(Stored items)
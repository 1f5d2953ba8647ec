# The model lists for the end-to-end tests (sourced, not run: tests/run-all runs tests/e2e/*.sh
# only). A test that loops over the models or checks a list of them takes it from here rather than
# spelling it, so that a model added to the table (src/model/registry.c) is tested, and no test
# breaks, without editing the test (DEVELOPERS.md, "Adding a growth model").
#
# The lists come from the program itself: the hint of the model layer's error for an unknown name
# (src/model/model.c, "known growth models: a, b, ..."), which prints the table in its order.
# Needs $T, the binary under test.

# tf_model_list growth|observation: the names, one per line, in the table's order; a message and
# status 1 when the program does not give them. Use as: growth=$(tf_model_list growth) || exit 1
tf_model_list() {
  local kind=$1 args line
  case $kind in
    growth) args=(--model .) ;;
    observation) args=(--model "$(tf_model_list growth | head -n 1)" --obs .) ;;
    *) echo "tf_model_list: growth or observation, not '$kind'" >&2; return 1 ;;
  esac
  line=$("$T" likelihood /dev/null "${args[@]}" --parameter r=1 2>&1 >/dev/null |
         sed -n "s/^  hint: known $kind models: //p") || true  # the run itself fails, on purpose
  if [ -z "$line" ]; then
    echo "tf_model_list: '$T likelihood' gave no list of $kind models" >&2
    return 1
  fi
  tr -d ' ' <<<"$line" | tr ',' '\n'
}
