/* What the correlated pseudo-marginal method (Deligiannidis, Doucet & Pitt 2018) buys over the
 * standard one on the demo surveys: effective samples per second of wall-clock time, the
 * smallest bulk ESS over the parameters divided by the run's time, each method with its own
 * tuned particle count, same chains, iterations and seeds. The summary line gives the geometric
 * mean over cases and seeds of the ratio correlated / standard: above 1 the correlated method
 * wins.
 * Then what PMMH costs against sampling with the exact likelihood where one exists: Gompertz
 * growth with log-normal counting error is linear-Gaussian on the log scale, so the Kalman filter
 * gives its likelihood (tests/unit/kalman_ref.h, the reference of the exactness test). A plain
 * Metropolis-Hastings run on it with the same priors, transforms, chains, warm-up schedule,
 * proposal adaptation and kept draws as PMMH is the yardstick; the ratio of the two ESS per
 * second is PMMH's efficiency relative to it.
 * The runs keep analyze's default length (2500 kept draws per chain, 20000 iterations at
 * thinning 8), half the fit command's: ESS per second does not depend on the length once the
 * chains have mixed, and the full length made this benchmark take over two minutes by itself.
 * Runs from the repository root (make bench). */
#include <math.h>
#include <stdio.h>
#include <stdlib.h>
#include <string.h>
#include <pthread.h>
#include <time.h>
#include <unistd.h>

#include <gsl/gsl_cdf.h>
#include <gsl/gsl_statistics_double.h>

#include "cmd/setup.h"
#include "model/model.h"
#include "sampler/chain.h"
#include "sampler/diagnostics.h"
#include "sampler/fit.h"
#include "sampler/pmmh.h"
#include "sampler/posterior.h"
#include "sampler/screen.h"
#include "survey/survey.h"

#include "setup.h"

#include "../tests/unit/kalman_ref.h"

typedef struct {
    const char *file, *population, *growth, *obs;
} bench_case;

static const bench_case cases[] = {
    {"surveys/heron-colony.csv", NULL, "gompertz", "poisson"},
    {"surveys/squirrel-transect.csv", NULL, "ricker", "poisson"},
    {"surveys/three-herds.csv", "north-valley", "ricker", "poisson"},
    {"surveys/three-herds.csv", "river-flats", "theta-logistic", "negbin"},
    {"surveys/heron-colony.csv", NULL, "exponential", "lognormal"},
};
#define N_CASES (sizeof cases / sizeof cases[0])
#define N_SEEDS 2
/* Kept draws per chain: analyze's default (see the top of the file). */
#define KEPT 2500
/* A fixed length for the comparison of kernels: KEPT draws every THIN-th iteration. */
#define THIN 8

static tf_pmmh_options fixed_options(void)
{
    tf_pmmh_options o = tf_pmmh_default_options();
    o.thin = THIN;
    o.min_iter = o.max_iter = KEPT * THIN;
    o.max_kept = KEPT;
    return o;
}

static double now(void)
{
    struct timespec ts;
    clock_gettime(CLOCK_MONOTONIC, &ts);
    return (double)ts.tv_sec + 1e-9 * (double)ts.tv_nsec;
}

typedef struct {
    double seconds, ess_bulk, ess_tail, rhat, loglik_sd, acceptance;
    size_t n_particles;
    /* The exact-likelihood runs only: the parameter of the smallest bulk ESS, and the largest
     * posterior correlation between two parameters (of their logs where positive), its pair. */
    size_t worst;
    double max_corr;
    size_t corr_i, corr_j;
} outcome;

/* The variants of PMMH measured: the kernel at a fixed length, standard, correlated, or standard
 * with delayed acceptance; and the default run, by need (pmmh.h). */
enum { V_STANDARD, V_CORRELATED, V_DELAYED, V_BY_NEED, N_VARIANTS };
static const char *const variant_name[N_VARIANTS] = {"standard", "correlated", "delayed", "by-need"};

• What the task requires
Scan the entries above and copy each line where "growth" occurs.

• Exercise response
# breaks, without editing the test (DEVELOPERS.md, "Adding a growth model").
# (src/model/model.c, "known growth models: a, b, ..."), which prints the table in its order.
# tf_model_list growth|observation: the names, one per line, in the table's order; a message and
# status 1 when the program does not give them. Use as: growth=$(tf_model_list growth) || exit 1
    growth) args=(--model .) ;;
    observation) args=(--model "$(tf_model_list growth | head -n 1)" --obs .) ;;
    *) echo "tf_model_list: growth or observation, not '$kind'" >&2; return 1 ;;
 * growth with log-normal counting error is linear-Gaussian on the log scale, so the Kalman filter
    const char *file, *population, *growth, *obs;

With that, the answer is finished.